What the task requires.
The data below holds a line containing "LATERAL_NODES = (3, 8)" and a line containing "SILT_GRADE, SILT_LOAD_RATIO = 0.0005, 0.5"; please quote exactly those two lines and every line between them, and nothing else.

Records to process.
____________________

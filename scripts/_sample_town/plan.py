"""The plan of Brackenhollow: its extent, terrain, pipe sizes, loads and planted-error settings."""

from __future__ import annotations

from dataclasses import dataclass

import numpy as np

SEED = 18_900_417
CRS = "EPSG:32630"
ORIGIN_E, ORIGIN_N = 487_350.0, 4_983_120.0  # invented; open water, no real place
TOWN_SPAN_M = 2_600.0  # west outfall to east outfall
TIMESTAMP = "2020-01-01T00:00:00Z"  # pinned so that the GeoPackage bytes repeat

TRUNK_STEP_M, LATERAL_STEP_M, SPUR_STEP_M = 85.0, 50.0, 40.0
JITTER_M, BEND_SHARE, BEND_OFFSET_M = 2.5, 0.3, (1.5, 5.0)
LATERAL_NODES = (3, 8)  # manholes per lateral side, inclusive range
SPUR_SHARE = 0.12  # share of lateral manholes with a short cul-de-sac spur

RIVER_LEVEL_M, GRADE_TRUNK, GRADE_CROSS = 12.0, 0.0035, 0.015
RIDGE_SOFT_M, VALLEY_SOFT_M = 60.0, 20.0
VALLEY_AMP_M, VALLEY_WAVE_M = 35.0, 1_400.0
UNDULATION_M, UNDULATION_WAVE_M = (0.25, 0.2), (900.0, 520.0)
BANK_HEIGHT_M, BANK_WIDTH_M = 6.0, 10.0  # a river terrace crossed by the East trunk

MIN_GRADE = 0.0035  # inverts fall at least this much along every pipe (1 in 286)
DEPTH_MIN_M, DEPTH_SPREAD_M, DEPTH_TRUNK_EXTRA_M = 1.6, 0.3, 1.5
CIRCULAR_MM = np.array([150, 225, 300, 375, 450, 525, 600, 675, 750, 825, 900, 1050, 1200])
EGG_SPAN_MM = np.array([500, 600, 700, 800, 900, 1000, 1100, 1200])  # rise = 1.5 x span
EGG_RISE_RATIO = 1.5
EGG_AREA_COEF, EGG_RADIUS_COEF = 1.1486, 0.2897  # full egg: A = c B^2, R = c B  # from memory
MANNING_N, TARGET_LOAD_RATIO = 0.013, 0.7  # sized to run at most 70 % full-bore flow
OLD_LATERAL_YEAR, OLD_MIN_MM, MODERN_MIN_MM = 1935, 150, 225

# The loads; town.toml states the same values for the audit. All invented for the demo.
PER_CAPITA_L_DAY, INFILTRATION_L_S_KM = 220.0, 0.2  # wastewater per person, groundwater per km of sewer
DENSITY_PER_HA = {"W": (55.0, 95.0), "E": (34.0, 52.0)}  # persons/ha, far end to outfall end of each tree
IMPERVIOUS_SHARE = {"W": (0.30, 0.50), "E": (0.15, 0.30)}  # terraces and yards; estates with gardens
C_IMPERVIOUS, C_PERVIOUS = 0.9, 0.2  # the audit's defaults for the composite runoff coefficient
IDF_A, IDF_B, IDF_C = 330.0, 6.0, 0.85  # i = a / (t + b)^c [mm/h], t [min]: an invented 2-year storm
INLET_TIME_MIN, ASSUMED_VELOCITY_M_S = 7.0, 2.0  # tc for sizing: inlet time plus travel at this speed
STREET_BLOCK_M = 40.0  # houses either side of the streets: the town is the pipes buffered this far
BREWERY_LOAD_LS, OLD_LATERAL_MM = 100.0, 225  # trade load on an old lateral: overloaded
SILT_GRADE, SILT_LOAD_RATIO = 0.0005, 0.5  # a cul-de-sac spur laid almost level and sized up to match
SILT_MAX_DEPTH_M = 3.3  # its lowered head manhole stays this shallow
SHALLOW_DEPTH_M, LENGTH_TYPO_RATIO, REVERSE_RISE_M = 1.0, 1.4, 0.12
CONCRETE_FROM_MM, PVC_FROM_YEAR = 375, 1975  # material by size and age
SURVEY_COLUMN, SURVEY_MARGIN = 5, 1.05  # flow survey: given flows on a few trunk pipes
CHAMBER_MM = np.array([[300, 525, 750, 10_000], [1050, 1200, 1500, 1800]])  # widest pipe -> chamber


@dataclass(frozen=True)
class Catchment:
    """One catchment: its outfall, trunk direction and development history."""

    zone: str
    outfall_x: float
    direction: float  # +1: trunk runs east from the outfall, -1: west
    columns: int
    first_year: int
    last_year: int
    egg_columns: int = 0
    long_run_column: int = -1
    bank_column: int = -1


CATCHMENTS = (
    Catchment("W", ORIGIN_E, 1.0, 15, 1890, 1965, egg_columns=11, long_run_column=8),
    Catchment("E", ORIGIN_E + TOWN_SPAN_M, -1.0, 12, 1955, 2015, bank_column=2),
)

BANK_X = ORIGIN_E + TOWN_SPAN_M - (CATCHMENTS[1].bank_column + 0.5) * TRUNK_STEP_M  # between two trunk manholes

____________________

Reply to the exercise.
LATERAL_NODES = (3, 8)  # manholes per lateral side, inclusive range
SPUR_SHARE = 0.12  # share of lateral manholes with a short cul-de-sac spur

RIVER_LEVEL_M, GRADE_TRUNK, GRADE_CROSS = 12.0, 0.0035, 0.015
RIDGE_SOFT_M, VALLEY_SOFT_M = 60.0, 20.0
VALLEY_AMP_M, VALLEY_WAVE_M = 35.0, 1_400.0
UNDULATION_M, UNDULATION_WAVE_M = (0.25, 0.2), (900.0, 520.0)
BANK_HEIGHT_M, BANK_WIDTH_M = 6.0, 10.0  # a river terrace crossed by the East trunk

MIN_GRADE = 0.0035  # inverts fall at least this much along every pipe (1 in 286)
DEPTH_MIN_M, DEPTH_SPREAD_M, DEPTH_TRUNK_EXTRA_M = 1.6, 0.3, 1.5
CIRCULAR_MM = np.array([150, 225, 300, 375, 450, 525, 600, 675, 750, 825, 900, 1050, 1200])
EGG_SPAN_MM = np.array([500, 600, 700, 800, 900, 1000, 1100, 1200])  # rise = 1.5 x span
EGG_RISE_RATIO = 1.5
EGG_AREA_COEF, EGG_RADIUS_COEF = 1.1486, 0.2897  # full egg: A = c B^2, R = c B  # from memory
MANNING_N, TARGET_LOAD_RATIO = 0.013, 0.7  # sized to run at most 70 % full-bore flow
OLD_LATERAL_YEAR, OLD_MIN_MM, MODERN_MIN_MM = 1935, 150, 225

# The loads; town.toml states the same values for the audit. All invented for the demo.
PER_CAPITA_L_DAY, INFILTRATION_L_S_KM = 220.0, 0.2  # wastewater per person, groundwater per km of sewer
DENSITY_PER_HA = {"W": (55.0, 95.0), "E": (34.0, 52.0)}  # persons/ha, far end to outfall end of each tree
IMPERVIOUS_SHARE = {"W": (0.30, 0.50), "E": (0.15, 0.30)}  # terraces and yards; estates with gardens
C_IMPERVIOUS, C_PERVIOUS = 0.9, 0.2  # the audit's defaults for the composite runoff coefficient
IDF_A, IDF_B, IDF_C = 330.0, 6.0, 0.85  # i = a / (t + b)^c [mm/h], t [min]: an invented 2-year storm
INLET_TIME_MIN, ASSUMED_VELOCITY_M_S = 7.0, 2.0  # tc for sizing: inlet time plus travel at this speed
STREET_BLOCK_M = 40.0  # houses either side of the streets: the town is the pipes buffered this far
BREWERY_LOAD_LS, OLD_LATERAL_MM = 100.0, 225  # trade load on an old lateral: overloaded
SILT_GRADE, SILT_LOAD_RATIO = 0.0005, 0.5  # a cul-de-sac spur laid almost level and sized up to match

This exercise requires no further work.